比较产前无法识别的小胎龄儿(SGA)与产前已识别的 SGA 妊娠的临床特征和超声应用模式,以了解如何设计改善产前 SGA 识别的干预措施。

方法

这是一项在英国 13 个地点进行的前瞻性队列研究,纳入了在 24 周+0 孕周后出生的、非畸形的、SGA(出生体重<第 10 百分位数)新生儿,这些新生儿被招募用于 DESiGN 试验的基线期和对照组。如果没有扫描或最后一次扫描显示估计胎儿体重(EFW)在第 10 百分位数或以上,则定义为产前无法识别的 SGA。如果最后一次扫描的 EFW 低于第 10 百分位数,则定义为已识别的 SGA。使用未调整和调整后的逻辑回归模型,研究了母亲和胎儿的社会人口统计学和临床特征与无法识别的 SGA 之间的关系。根据最后一次扫描和出生之间的时间,还研究了无法识别的 SGA 与最后一次扫描和出生之间的绝对百分位和体重差异百分比之间的关联,这些关联在未调整和调整后的逻辑回归中进行了分析。

结果

在纳入的 15784 例 SGA 婴儿中,78.7%的 SGA 在产前无法识别。在无法识别的 SGA 妊娠中,47.1%没有记录生长扫描。在有 9410 例关键产妇合并症和产前并发症完整数据的妊娠中,有连续超声检查指征的女性发生无法识别的 SGA 的风险较低(调整后的优势比(aOR),0.56(95%CI,0.49-0.64)),与白人相比,亚洲女性发生无法识别的 SGA 的风险较低(aOR,0.80(95%CI,0.69-0.93)),与出生时非头位的女性相比,发生无法识别的 SGA 的风险较低(aOR,0.58(95%CI,0.46-0.73))。BMI 为 25.0-29.9 kg/m 2 的女性发生无法识别的 SGA 的风险最高(aOR,1.15(95%CI,1.01-1.32)),BMI 为消瘦的女性发生无法识别的 SGA 的风险最低(aOR,0.61(95%CI,0.48-0.76)),与 BMI 为 18.5-24.9 kg/m 2 的女性相比。
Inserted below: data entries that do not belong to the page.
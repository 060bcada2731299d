"""Parts as the search for failure paths sees them: flat, with holes as points.

Every part is put in one form first. x runs along the force from the part's free end into its
body, so the bolts pull the material towards x = 0; y runs across the force from the low edge
(y = 0) to the high edge (y = width). Lengths in mm.
"""

from __future__ import annotations

import math
from collections.abc import Sequence
from dataclasses import dataclass
from typing import Protocol

import numpy as np
import numpy.typing as npt

from tensionlib.errors import InputError

_BACKED = 1e6  # mm; finite, so that it may meet a factor of zero


@dataclass(frozen=True, slots=True)
class Opening:
    """A hole: its centre, its size across and along the force, and whether a bolt of the joint
    stands in it. A round hole has both sizes alike; a slot has not."""

    mark: str
    x: float
    y: float
    across: float
    along: float
    bolt: bool = True

    @classmethod
    def round(cls, mark: str, x: float, y: float, d: float, *, bolt: bool = True) -> Opening:
        """A round hole of diameter `d`."""
        return cls(mark, x, y, d, d, bolt)


class Part(Protocol):
    """What a search asks of a part. An edge that is not free is infinitely far."""

    @property
    def width(self) -> float:
        """Low edge to high edge, infinite where the part has no edges."""

    def thickness(self, y: float) -> float:
        """Thickness at y."""

    def thickness_between(self, y_1: float, y_2: float) -> float:
        """Least thickness met on the way from y_1 to y_2."""

    def to_end(self, x: float, y: float) -> float:
        """From a point straight along the force to the free end."""

    def to_low(self, x: float, y: float) -> float:
        """From a point straight across the force to the low edge."""

    def to_high(self, x: float, y: float) -> float:
        """From a point straight across the force to the high edge."""


@dataclass(frozen=True, slots=True)
class Strip:
    """A strip of a part along the force, of one thickness, from `low` to `high` across it."""

    name: str
    low: float
    high: float
    t: float


@dataclass(frozen=True)
class Flat:
    """A leg, web, flange or plate, or several of them opened flat: strips side by side.

    `low_free` and `high_free` tell whether the outer edges are free edges a block can tear to.
    `backs` are places across the force where another plate stands on this one, a web on a flange:
    nothing tears across them, so they count as very thick.
    """

    strips: tuple[Strip, ...]
    low_free: bool = True
    high_free: bool = True
    backs: tuple[float, ...] = ()

    def __post_init__(self) -> None:
        at = 0.0
        for strip in self.strips:
            if strip.low != at or strip.high <= strip.low or strip.t <= 0.0:
                raise InputError(
                    f"strips: {strip.name!r} from {strip.low:g} to {strip.high:g} mm,"
                    f" {strip.t:g} mm thick; strips side by side from {at:g} mm are due"
                )
            at = strip.high
        if not self.strips:
            raise InputError("strips: none; give at least one strip of the part")

    @classmethod
    def plain(
        cls, width: float, t: float, *, low_free: bool = True, high_free: bool = True
    ) -> Flat:
        """One element of one thickness."""
        return cls((Strip("", 0.0, width, t),), low_free, high_free)

    @property
    def width(self) -> float:
        return self.strips[-1].high

    def thickness(self, y: float) -> float:
        """Thickness at y; on a line between two strips the thinner one's."""
        return min(s.t for s in self.strips if s.low <= y <= s.high)

    def thickness_between(self, y_1: float, y_2: float) -> float:
        low, high = min(y_1, y_2), max(y_1, y_2)
        if any(low < back < high for back in self.backs):
            return _BACKED
        return min(s.t for s in self.strips if s.low < high and s.high > low)

    def steps(self, y: npt.NDArray[np.float64]) -> npt.NDArray[np.float64]:
        """`thickness_between` for every two of several places y, shape (n,) to (n, n)."""
        low = np.minimum(y[:, None], y[None, :])
        high = np.maximum(y[:, None], y[None, :])
        out = np.full(low.shape, np.inf)
        for strip in self.strips:
            met = (strip.low < high) & (strip.high > low)
            out[met] = np.minimum(out[met], strip.t)
        for back in self.backs:
            out[(low < back) & (back < high)] = _BACKED
        return out

    def to_end(self, x: float, y: float) -> float:
        return x

    def to_low(self, x: float, y: float) -> float:
        return y if self.low_free else math.inf

    def to_high(self, x: float, y: float) -> float:
        return self.width - y if self.high_free else math.inf


def opened_angle(b_1: float, b_2: float, t: float) -> Flat:
    """An angle opened flat, from the toe of its long leg to the toe of its short leg.

    The width round the heel is b_1 + b_2 - t, so that two lines at g_1 and g_2 from the heel lie
    g_1 + g_2 - t apart, as the standards measure it.
    """
    heel = b_1 - t / 2
    return Flat((Strip("long leg", 0.0, heel, t), Strip("short leg", heel, b_1 + b_2 - t, t)))


def opened_channel(d: float, b_f: float, t_f: float, t_w: float) -> Flat:
    """A channel opened flat along the middle of its plates: flange, web, flange.

    A line at g_f from the back of the channel and a web line at z from the outer face of the
    flange then lie g_f + z - t_w/2 - t_f/2 apart, the angle's rule with each plate's own half
    thickness.
    """
    heel, far = b_f - t_w / 2, b_f - t_w / 2 + d - t_f
    return Flat(
        (
            Strip("flange 1", 0.0, heel, t_f),
            Strip("web", heel, far, t_w),
            Strip("flange 2", far, far + heel, t_f),
        )
    )


def check_holes(part: Part, holes: Sequence[Opening]) -> None:
    """Refuse holes that overlap each other, leave the part, or share a mark.

    Raises
    ------
    InputError
        Naming the hole by its mark, where it lies, and what would be accepted.
    """
    marks: set[str] = set()
    for hole in holes:
        if hole.mark in marks:
            raise InputError(f"holes: the mark {hole.mark!r} stands twice; give each hole its own")
        marks.add(hole.mark)
        where = f"hole {hole.mark!r} at ({hole.x:g}, {hole.y:g}) mm"
        if part.to_end(hole.x, hole.y) <= hole.along / 2:
            raise InputError(f"{where}: it cuts the end of the part; more end distance is due")
        # An edge that is not free still bounds the part.
        if (
            not hole.across / 2 < hole.y < part.width - hole.across / 2
            or min(part.to_low(hole.x, hole.y), part.to_high(hole.x, hole.y)) <= hole.across / 2
        ):
            raise InputError(
                f"{where}: it cuts an edge of the part, which runs from 0 to {part.width:g} mm"
                " across the force"
            )
    for i, a in enumerate(holes):
        for b in holes[i + 1 :]:
            if _overlap(a, b):
                raise InputError(f"holes {a.mark!r} and {b.mark!r} overlap; move one of them")


def _overlap(a: Opening, b: Opening) -> bool:
    """Whether two holes overlap; a slot counts as the ellipse in its box, on the lenient side."""
    across, along = (a.across + b.across) / 2, (a.along + b.along) / 2
    return ((a.x - b.x) / along) ** 2 + ((a.y - b.y) / across) ** 2 <= 1.0
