"""A pinned end: an eye in a flat, between two fork plates on a pin."""

from __future__ import annotations

from dataclasses import dataclass
from typing import ClassVar

from tensionlib.errors import InputError
from tensionlib.joints.ends import Gusset
from tensionlib.joints.stated import Length, Stated, in_mm
from tensionlib.quantities import LENGTH, STRESS, Quantity, door

Stress = Quantity | str


@dataclass(frozen=True)
class Pinned(Stated):
    """A flat with an eye in its end, on a pin between two fork plates.

    Parameters
    ----------
    pin : length
        Diameter of the pin.
    pin_f_y : stress
        Yield stress of the pin, as certified.
    hole : length
        Diameter of the hole.
    edge_beyond : length
        Centre of the hole to the end of the eye, along the member.
    plate : Gusset
        One fork plate: its thickness, steel and width across the force at the pin, which is due.
    plate_edge_beyond : length
        Centre of the hole to the end of a fork plate.
    eye_width : length, optional
        Width of the eye across the force at the hole; the flat's width unless given.
    gap : length
        Between the eye and each fork plate.
    rotates : bool
        Whether the pin turns in service.
    """

    pin: Length
    pin_f_y: Stress
    hole: Length
    edge_beyond: Length
    plate: Gusset
    plate_edge_beyond: Length
    eye_width: Length | None = None
    gap: Length = "2 mm"
    rotates: bool = False
    to: str = "plate"
    k_te: float | None = None
    k_te_reason: str = ""
    kind: ClassVar[str] = "pinned"

    def __post_init__(self) -> None:
        if self.to != "plate":
            raise InputError(f"to: got {self.to!r}; a pinned end is the eye of a flat, 'plate'")
        for name, example in (
            ("pin", "40 mm"),
            ("hole", "41 mm"),
            ("edge_beyond", "80 mm"),
            ("plate_edge_beyond", "80 mm"),
        ):
            self._length(name, example=example, due=True)
        self._length("eye_width", example="160 mm")
        self._length("gap", at_least=0.0, example="2 mm", due=True)
        strength = door("pin_f_y", self.pin_f_y, STRESS, above=0.0, example="350 MPa")
        object.__setattr__(self, "pin_f_y", strength)
        if not isinstance(self.plate, Gusset):
            raise InputError(
                f"plate: got {self.plate!r}; a Gusset is due, for example"
                " Gusset('16 mm', 'AS/NZS 3678 250', '160 mm')"
            )
        if self.plate.width is None:
            raise InputError("plate.width: missing; a fork plate needs it, for example '160 mm'")
        if not isinstance(self.rotates, bool):
            raise InputError(f"rotates: got {self.rotates!r}; True or False is due")
        pin, hole = in_mm(self.pin), in_mm(self.hole)
        if hole < pin:
            raise InputError(f"hole: got {hole:g} mm; no less than the pin's {pin:g} mm is due")
        for name, length in (
            ("edge_beyond", in_mm(self.edge_beyond)),
            ("plate_edge_beyond", in_mm(self.plate_edge_beyond)),
            ("plate.width", in_mm(self.plate.width) / 2),
        ):
            if length <= hole / 2:
                raise InputError(f"{name}: the hole of {hole:g} mm would cut the edge")
        self._factor()

    def eye(self, width: Length) -> float:
        """Width of the eye in mm, `width` being the flat's.

        Raises
        ------
        InputError
            For an eye narrower than the flat or than its hole.
        """
        flat = door("width", width, LENGTH).internal
        eye = flat if self.eye_width is None else in_mm(self.eye_width)
        if eye < flat:
            raise InputError(f"eye_width: got {eye:g} mm; no less than the flat's {flat:g} mm")
        if eye <= in_mm(self.hole):
            raise InputError(
                f"hole: got {in_mm(self.hole):g} mm; less than the eye's width of {eye:g} mm"
            )
        return float(eye)
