class _Sketch:
    def __init__(self, view: EndView) -> None:
        self.view = view
        self.joint = max([view.plate_end, *(x for x, _ in view.holes)])
        self.back = max(55.0, 0.45 * view.width, *(12.0 - x for x, _ in view.outline))
        body = max(70.0, 0.7 * view.width)
        self.length = max([self.joint, *(x for x, _ in view.outline)]) + body
        profile = _profile(view)
        self.box = _extent(profile, view)
        self.profile = profile
        section_width = self.box[2] - self.box[0]
        ys = [y for _, y in view.outline]
        own = max(ys) - min(ys) if ys else view.plate_width
        tallest = max(own, view.width, self.box[3] - self.box[1])
        self.scale = min(
            (_RIGHT - _LEFT) / (self.back + self.length),
            62.0 / tallest,
            _SECTION_WIDTH / section_width,
        )
        # What stands above the reference edge at y = 0, in the elevation and the section.
        reach = 1.12 * view.plate_width / 2
        high, low = view.width / 2 + reach, view.width / 2 - reach
        if ys:
            high, low = max(ys), min(ys)
        self.above = max(high, view.width, self.box[3])
        self.below = max(-low, -self.box[1], 0.0)
        self.zero = _TOP + self.above * self.scale
        self.bottom = self.zero + self.below * self.scale
        self.left = _LEFT + self.back * self.scale
        self.right = self.left + self.length * self.scale
        self.items: list[Item] = []

    # Places on the sheet ------------------------------------------------------------------

    def _at(self, x: float, y: float) -> Point:
        return self.left + x * self.scale, self.zero - y * self.scale

    def _line(self, points: list[Point], style: Style, *, closed: bool = False) -> None:
        self.items.append(Line(tuple(self._at(x, y) for x, y in points), style, closed))

    # The drawing --------------------------------------------------------------------------

    def scene(self) -> Scene:
        view = self.view
        self._gusset()
        self._member()
        self._fasteners()
        if view.net:
            self._net()
        self._force()
        lowest = self._dimensions()
        self._section()
        lowest = max(lowest, self._notes())
        titles = [Text(2.0, 5.2, "Elevation", bold=True)]
        titles.append(Text(_SECTION, 5.2, "Section", "middle", bold=True))
        return Scene(SHEET, lowest + 2.5, (*self.items, *titles))

    def _gusset(self) -> None:
        view = self.view
        if view.outline:
            self._line(list(view.outline), "gusset", closed=True)
            for i in view.supported:
                self._support(view.outline[i], view.outline[(i + 1) % len(view.outline)])
            return
        middle, half = view.width / 2, view.plate_width / 2
        wide = half * 1.12
        x = view.plate_end
        left = -self.back
        self._line(
            [(left, middle - wide), (x, middle - half), (x, middle + half), (left, middle + wide)],
            "gusset",
            closed=True,
        )
        self._break(left, middle - wide, middle + wide)

    def _support(self, start: Point, end: Point) -> None:
        """A supported edge: a heavy line with short strokes on the support's side."""
        self._line([start, end], "weld")
        outline = [self._at(x, y) for x, y in self.view.outline]
        self.items += support_strokes(self._at(*start), self._at(*end), outline)

    def _break(self, x: float, low: float, high: float) -> None:
        """A cut edge: a line with a zigzag in its middle."""
        mid, step = (low + high) / 2, (high - low) / 12
        zig = 0.6 * step
        self._line(
            [
                (x, low - step),
                (x, mid - step),
                (x - zig, mid - step / 2),
                (x + zig, mid + step / 2),
                (x, mid + step),
                (x, high + step),
            ],
            "break",
        )

    def _member(self) -> None:
        view = self.view
        b, end = view.width, self.length
        if view.eye > b:
            # The eye is as wide as stated over its hole, then runs in to the member.
            (at, _), out = view.holes[0], (view.eye - b) / 2
            back = at + view.eye / 2
            corners = [(0.0, -out), (back, -out), (back + 2 * out, 0.0), (end, 0.0), (end, b)]
            corners += [(back + 2 * out, b), (back, b + out), (0.0, b + out)]
            self._line(corners, "member", closed=True)
        else:
            self._line([(0.0, 0.0), (end, 0.0), (end, b), (0.0, b)], "member", closed=True)
        for y in _inner_edges(view):
            self._line([(0.0, y), (end, y)], "break")
        if view.to in ("slot", "bar", "rod"):
            # The gusset in the slot, or the bar in the gusset's: seen through.
            self._line([(0.0, b / 2), (end, b / 2)], "centre")
        else:
            half = min(view.plate_width / 2, b / 2) if not view.outline else 0.0
            x = view.plate_end
            self._line([(x, b / 2 - half), (x, b / 2 + half)], "hidden")
        self._break(end, 0.0, b)

    def _fasteners(self) -> None:
        view = self.view
        for x, y in view.holes:
            px, py = self._at(x, y)
            r = view.hole / 2 * self.scale
            self.items.append(Circle(px, py, r, "bolt"))
            arm = 1.5 * r
            self.items.append(Line(((px - arm, py), (px + arm, py)), "centre"))
            self.items.append(Line(((px, py - arm), (px, py + arm)), "centre"))
        for x1, y1, x2, y2 in view.welds:
            self._line([(x1, y1), (x2, y2)], "weld")
            self._ticks(self._at(x1, y1), self._at(x2, y2))

    def _ticks(self, start: Point, end: Point) -> None:
        """Short strokes along a run of weld, towards the outside of the member."""
        (x1, y1), (x2, y2) = start, end
        length = abs(x2 - x1) + abs(y2 - y1)
        count = max(int(length / 1.6), 2)
        across = x1 == x2
        middle = self._at(0.0, self.view.width / 2)[1]
        for i in range(count + 1):
            f = i / count
            x, y = x1 + f * (x2 - x1), y1 + f * (y2 - y1)
            tip = (x - 1.5, y) if across else (x, y - 1.5 if y1 < middle else y + 1.5)
            self.items.append(Line(((x, y), tip), "break"))

    def _net(self) -> None:
        points = [self._at(x, y) for x, y in self.view.net]
        self.items.append(Line(tuple(points), "net"))
        x, y = points[-1]
        middle, half = self.view.width / 2, self.view.plate_width / 2
        top = min(self._at(0.0, middle + 1.12 * half)[1], y)
        if self.view.outline:
            top = min(self._at(0.0, max(v for _, v in self.view.outline))[1], y)
        self.items.append(Line(((x, y), (x, top - 0.8)), "net"))
        reach = text_width("net section") / 2
        self.items.append(Text(max(x, _LEFT + reach), top - 2.4, "net section", "middle"))

    def _force(self) -> None:
        y = self._at(0.0, self._line_of_force())[1]
        start, tip = self.right + 1.5, self.right + 1.5 + _ARROW
        self.items.append(Line(((start, y), (tip - 4.0, y)), "force"))
        head = ((tip, y), (tip - 4.6, y - 1.5), (tip - 4.6, y + 1.5))
        self.items.append(Line(head, "force", closed=True))
        self.items.append(Text(start + 0.5, y - 3.2, self.view.force))

    def _line_of_force(self) -> float:
        view = self.view
        if view.holes:
            ys = [y for _, y in view.holes]
            return (min(ys) + max(ys)) / 2
        return view.width / 2

    def _dimensions(self) -> float:
        """Chains below, above and to the left; gives how far down the sheet they reach."""
        view = self.view
        at = self.bottom + 7.0
        reach = self._at(0.0, 0.0)[1]
        for stops in view.along:
            places = [self._at(x, 0.0)[0] for x in stops]
            chain = chain_x(at, reach, places, _chain_labels(stops))
            self.items.append(chain)
            at += 15.0 if chain.leaders else 9.0
        if view.across:
            stops_y = sorted(self._at(0.0, y)[1] for y in view.across)
            sizes = sorted(view.across, reverse=True)
            labels = [_mm(a - b) for a, b in pairwise(sizes)]
            x = self._at(-self.back, 0.0)[0]
            self.items.append(chain_y(x - 5.0, self._at(0.0, 0.0)[0], stops_y, labels))
        return at - 3.0

    # The section --------------------------------------------------------------------------

    def _section(self) -> None:
        left, _, right, _ = self.box
        centre = (left + right) / 2

        def at(x: float, y: float) -> Point:
            return _SECTION + (x - centre) * self.scale, self.zero - y * self.scale

        plates: list[Item] = [
            Line((at(x1, y1), at(x2, y1), at(x2, y2), at(x1, y2)), "gusset", closed=True)
            for x1, y1, x2, y2 in _plates(self.view, self.box)
        ]
        profile = [_curve(loop, at, style) for loop, style in self.profile]
        # A gusset in a tube's slots stands before the tube.
        self.items += [*profile, *plates] if self.view.to == "slot" else [*plates, *profile]
        held = [] if self.view.to == "rod" else self.view.holes
        for y in sorted({y for _, y in held}):
            for x1, x2 in _grips(self.view):
                out = 0.55 * self.view.bolt
                self.items.append(Line((at(x1 - out, y), at(x2 + out, y)), "centre"))
                half = self.view.bolt / 2
                shank = (at(x1, y - half), at(x2, y - half), at(x2, y + half), at(x1, y + half))
                self.items.append(Line(shank, "bolt", closed=True))

    def _notes(self) -> float:
        """The words below the section; gives how far down they reach."""
        y = self.bottom + 4.5 + TEXT_HEIGHT
        for note in self.view.notes:
            self.items.append(Text(_SECTION, y, note, "middle"))
            y += 1.3 * TEXT_HEIGHT
        return y - 0.9 * TEXT_HEIGHT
与已识别的 SGA 相比,无法识别的 SGA 的胎儿出生时 SGA 体重百分位较高(无法识别的 SGA 的调整优势比每增加一个百分位,在 0-10 百分位之间增加 1.21(95%CI,1.18-1.23))。在无法识别的 SGA 妊娠中,最后一次扫描和出生之间的时间间隔随胎龄的增加而延长。在最后一次生长扫描后一周内分娩的 SGA 婴儿,EFW 和出生体重百分位之间的平均差异为 19.5(标准差,13.8)个百分位,而在已识别的 SGA 组中为 0.2(标准差,3.3)个百分位(两组之间的调整平均差异,19.0(95%CI,17.8-20.1)个百分位)。

结论

在没有连续超声检查指征的女性中,以及在头位分娩、BMI 为 25.0-29.9 kg/m 2 和 SGA 程度较轻的女性中,无法识别的 SGA 更为常见。在无法识别的 SGA 女性中,超声 EFW 被高估。这表明,在低风险人群中,需要改进 SGA 筛查策略的准确性,并继续对足月妊娠进行超声检查。